Start of Block

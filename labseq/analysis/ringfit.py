"""Fit one exponentially decaying sinusoid plus an offset to a window of samples.

The model is ``v(t) = c + exp(-σ·τ)·(a·cos(ωd·τ) + b·sin(ωd·τ))`` with ``τ = t - t_start``. Its
start comes from the matrix pencil method, which finds the poles of a sum of damped exponentials
directly from the samples; least squares then refines all five parameters. Counting peaks or zero
crossings is avoided: both are biased by noise, quantisation and the offset.
"""

from __future__ import annotations

import math
from dataclasses import dataclass

import numpy as np
from scipy.optimize import least_squares

#: Poles kept by the matrix pencil: the ring pair, the offset and room for a slower trend and noise.
PENCIL_MODEL_ORDER = 6
#: The pencil works on at most this many samples (a start value does not need more).
PENCIL_MAX_SAMPLES = 96
#: Smallest ring amplitude, relative to the window's peak-to-peak spread, that counts as a ring.
MIN_RELATIVE_AMPLITUDE = 0.02
#: Fewest samples a window may hold for a five-parameter fit.
MIN_FIT_SAMPLES = 12


class RingFitError(ValueError):
    """The window holds no decaying oscillation that the model can describe."""


@dataclass(frozen=True)
class RingFit:
    """A fitted decaying sinusoid; times in seconds, voltages in volts.

    Attributes
    ----------
    t_start_s : time origin τ = 0 of the model (the first sample of the window).
    amplitude_v : envelope at ``t_start_s``.
    phase_rad : phase at ``t_start_s`` (the model is ``A·exp(-σ·τ)·cos(ωd·τ + φ)``).
    decay_rate_per_s : σ.
    angular_frequency_rad_s : ωd, the damped angular frequency.
    offset_v : c, the level the ring decays towards.
    fit_quality : coefficient of determination R² over the fitted samples, clipped to 0–1.
    """

    t_start_s: float
    amplitude_v: float
    phase_rad: float
    decay_rate_per_s: float
    angular_frequency_rad_s: float
    offset_v: float
    fit_quality: float

    @property
    def frequency_hz(self) -> float:
        """Damped ring frequency fd = ωd / 2π."""
        return self.angular_frequency_rad_s / (2 * math.pi)

    @property
    def damping_ratio(self) -> float:
        """ζ = σ / √(σ² + ωd²), from the pole s = -σ ± jωd of a second-order system."""
        return self.decay_rate_per_s / math.hypot(
            self.decay_rate_per_s, self.angular_frequency_rad_s
        )

    @property
    def q_factor(self) -> float:
        """Q = 1 / (2ζ)."""
        return 1.0 / (2.0 * self.damping_ratio)

    def time_envelope_below_s(self, level_v: float) -> float:
        """Instant after which the envelope stays below ``level_v`` (at least ``t_start_s``)."""
        if level_v <= 0:
            return math.inf
        ratio = abs(self.amplitude_v) / level_v
        return self.t_start_s + (math.log(ratio) / self.decay_rate_per_s if ratio > 1 else 0.0)

    def evaluate(self, t_s: np.ndarray) -> np.ndarray:
        """Model voltage at the times ``t_s``."""
        tau = np.asarray(t_s, dtype=float) - self.t_start_s
        return self.offset_v + self.amplitude_v * np.exp(-self.decay_rate_per_s * tau) * np.cos(
            self.angular_frequency_rad_s * tau + self.phase_rad
        )

    def flipped(self) -> RingFit:
        """The same fit for the record multiplied by -1 (used for negative-going nodes)."""
        return RingFit(
            self.t_start_s,
            -self.amplitude_v,
            self.phase_rad,
            self.decay_rate_per_s,
            self.angular_frequency_rad_s,
            -self.offset_v,
            self.fit_quality,
        )


def matrix_pencil_poles(
    samples: np.ndarray, model_order: int = PENCIL_MODEL_ORDER
) -> tuple[np.ndarray, np.ndarray]:
    """Poles and complex amplitudes of a sum of damped exponentials, by the matrix pencil method.

    Parameters
    ----------
    samples : 1-D array of uniformly spaced samples.
    model_order : number of exponentials M kept after the SVD truncation.

    Returns
    -------
    z : discrete-time poles (``z = exp(s·Δt)``), shape (M,).
    h : complex amplitudes such that ``samples[n] ≈ Σ h_k·z_k**n``.

    Notes
    -----
    Y. Hua and T. K. Sarkar, "Matrix pencil method for estimating parameters of exponentially
    damped/undamped sinusoids in noise", IEEE Trans. ASSP 38(5), 1990: a Hankel matrix of the
    samples with pencil parameter L ≈ N/3 is decomposed by SVD, the M dominant right singular
    vectors give the shifted pair (V1, V2), and the poles are the eigenvalues of V1⁺·V2.
    """
    y = np.asarray(samples, dtype=float)
    n = y.size
    pencil = max(model_order + 1, n // 3)
    if n - pencil < model_order:
        raise RingFitError(f"{n} samples are too few for a pencil of order {model_order}")
    rows = np.lib.stride_tricks.sliding_window_view(y, pencil + 1)
    _, _, vh = np.linalg.svd(rows, full_matrices=False)
    v = vh[:model_order].conj().T
    z = np.linalg.eigvals(np.linalg.pinv(v[:-1]) @ v[1:])
    vandermonde = z[np.newaxis, :] ** np.arange(n)[:, np.newaxis]
    h, *_ = np.linalg.lstsq(vandermonde, y.astype(complex), rcond=None)
    return z, h


def _dominant_oscillation(z: np.ndarray, h: np.ndarray) -> tuple[float, float]:
    """(σ, ωd) per sample of the largest-amplitude decaying oscillatory pole, in rad/sample.

    ``h`` is relative to the window's peak-to-peak spread; a pair below
    ``MIN_RELATIVE_AMPLITUDE`` of it is noise or a numerical artefact, not a ring.
    """
    with np.errstate(divide="ignore"):  # a pole at 0 is a decay of +inf, not oscillatory
        s = np.log(z)
    decay, omega = -s.real, s.imag
    usable = (omega > 0.02) & (omega < 0.9 * math.pi) & (decay > -0.05)
    if not np.any(usable):
        raise RingFitError("no decaying oscillation among the matrix pencil poles")
    amplitude = np.where(usable, 2 * np.abs(h), -np.inf)
    best = int(np.argmax(amplitude))
    if amplitude[best] < MIN_RELATIVE_AMPLITUDE:
        raise RingFitError("no oscillation stands out of the window's noise and trend")
    return max(float(decay[best]), 1e-6), float(omega[best])


def _model_columns(tau: np.ndarray, decay: float, omega: float) -> np.ndarray:
    """Columns of the model that is linear in (a, b, c) for fixed (σ, ωd)."""
    envelope = np.exp(-decay * tau)
    return np.stack(
        [envelope * np.cos(omega * tau), envelope * np.sin(omega * tau), np.ones_like(tau)], 1
    )


def fit_ring(
    volts: np.ndarray,
    sample_interval_s: float,
    t_start_s: float = 0.0,
    *,
    weights: np.ndarray | None = None,
    refine: bool = True,
    start: RingFit | None = None,
) -> RingFit:
    """Fit ``c + exp(-στ)·(a·cos ωdτ + b·sin ωdτ)`` to a window starting at ``t_start_s``.

    Parameters
    ----------
    volts : samples of the window, uniformly spaced by ``sample_interval_s``.
    sample_interval_s : spacing of ``volts`` (after any decimation by the caller).
    t_start_s : time of ``volts[0]``.
    weights : optional 0–1 weight per sample (0 excludes a sample, e.g. a clipped one).
    refine : False returns the matrix-pencil start without least-squares refinement.
    start : an earlier fit of the same ring (e.g. on a shorter window) whose decay rate and
        frequency replace the matrix-pencil start.

    Returns
    -------
    RingFit

    Raises
    ------
    RingFitError
        When the window is too short or holds no decaying oscillation.

    Notes
    -----
    The start is the dominant oscillatory pole of the matrix pencil (Hua & Sarkar 1990) on at most
    ``PENCIL_MAX_SAMPLES`` samples; (a, b, c) for that pole come from linear least squares
    (the variable-projection idea of Golub & Pereyra 1973); all five parameters are then refined
    by Levenberg–Marquardt (``scipy.optimize.least_squares``, Moré 1978) with an analytic Jacobian.
    Time is scaled to the window length and voltage to the window's spread so that the problem is
    well conditioned whatever the units.
    """
    y_raw = np.asarray(volts, dtype=float)
    n = y_raw.size
    if n < MIN_FIT_SAMPLES:
        raise RingFitError(f"a window of {n} samples is too short for a ring fit")
    w = np.ones(n) if weights is None else np.asarray(weights, dtype=float)
    centre = float(np.mean(y_raw))
    scale = float(np.ptp(y_raw)) or 1.0
    y = (y_raw - centre) / scale
    duration = float(n)  # model time unit: the window length, in samples
    tau = np.arange(n) / duration

    seconds_per_unit = duration * sample_interval_s
    if start is None:
        stride = max(1, math.ceil(n / PENCIL_MAX_SAMPLES))
        z, h = matrix_pencil_poles(y[::stride])
        decay_per_sample, omega_per_sample = _dominant_oscillation(z, h)
        decay0 = decay_per_sample / stride * duration
        omega0 = omega_per_sample / stride * duration
    else:
        decay0 = start.decay_rate_per_s * seconds_per_unit
        omega0 = start.angular_frequency_rad_s * seconds_per_unit

    columns = _model_columns(tau, decay0, omega0)
    linear, *_ = np.linalg.lstsq(columns * w[:, None], y * w, rcond=None)
    params = np.array([*linear, decay0, omega0])

    if refine:

        def residual(p: np.ndarray) -> np.ndarray:
            return (_model_columns(tau, p[3], p[4]) @ p[:3] - y) * w

        def jacobian(p: np.ndarray) -> np.ndarray:
            a, b, _, decay, omega = p
            env = np.exp(-decay * tau)
            cos, sin = np.cos(omega * tau), np.sin(omega * tau)
            ring = env * (a * cos + b * sin)
            return (
                np.stack(
                    [
                        env * cos,
                        env * sin,
                        np.ones(n),
                        -tau * ring,
                        tau * env * (b * cos - a * sin),
                    ],
                    1,
                )
                * w[:, None]
            )

        result = least_squares(residual, params, jac=jacobian, method="lm", xtol=1e-10)
        if result.success and np.all(np.isfinite(result.x)):
            params = result.x

    a, b, c, decay, omega = (float(v) for v in params)
    if omega < 0:
        omega, b = -omega, -b
    if not (decay > 0 and 0 < omega < math.pi * duration):
        raise RingFitError("the fitted ring is not a decaying oscillation")
    fitted = _model_columns(tau, decay, omega) @ np.array([a, b, c])
    ss_res = float(np.sum(w * (y - fitted) ** 2))
    y_mean = float(np.sum(w * y) / np.sum(w))
    ss_tot = float(np.sum(w * (y - y_mean) ** 2)) or 1.0
    return RingFit(
        t_start_s=t_start_s,
        amplitude_v=math.hypot(a, b) * scale,
        phase_rad=math.atan2(-b, a),
        decay_rate_per_s=decay / seconds_per_unit,
        angular_frequency_rad_s=omega / seconds_per_unit,
        offset_v=c * scale + centre,
        fit_quality=min(1.0, max(0.0, 1.0 - ss_res / ss_tot)),
    )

End of Block

Instructions for the task: Each line from the top of the material above through the line containing "#: Smallest ring" must be output exactly, and no other line.

Solution below:
filename labseq/analysis/ringfit.py
"""Fit one exponentially decaying sinusoid plus an offset to a window of samples.

The model is ``v(t) = c + exp(-σ·τ)·(a·cos(ωd·τ) + b·sin(ωd·τ))`` with ``τ = t - t_start``. Its
start comes from the matrix pencil method, which finds the poles of a sum of damped exponentials
directly from the samples; least squares then refines all five parameters. Counting peaks or zero
crossings is avoided: both are biased by noise, quantisation and the offset.
"""

from __future__ import annotations

import math
from dataclasses import dataclass

import numpy as np
from scipy.optimize import least_squares

#: Poles kept by the matrix pencil: the ring pair, the offset and room for a slower trend and noise.
PENCIL_MODEL_ORDER = 6
#: The pencil works on at most this many samples (a start value does not need more).
PENCIL_MAX_SAMPLES = 96
#: Smallest ring amplitude, relative to the window's peak-to-peak spread, that counts as a ring.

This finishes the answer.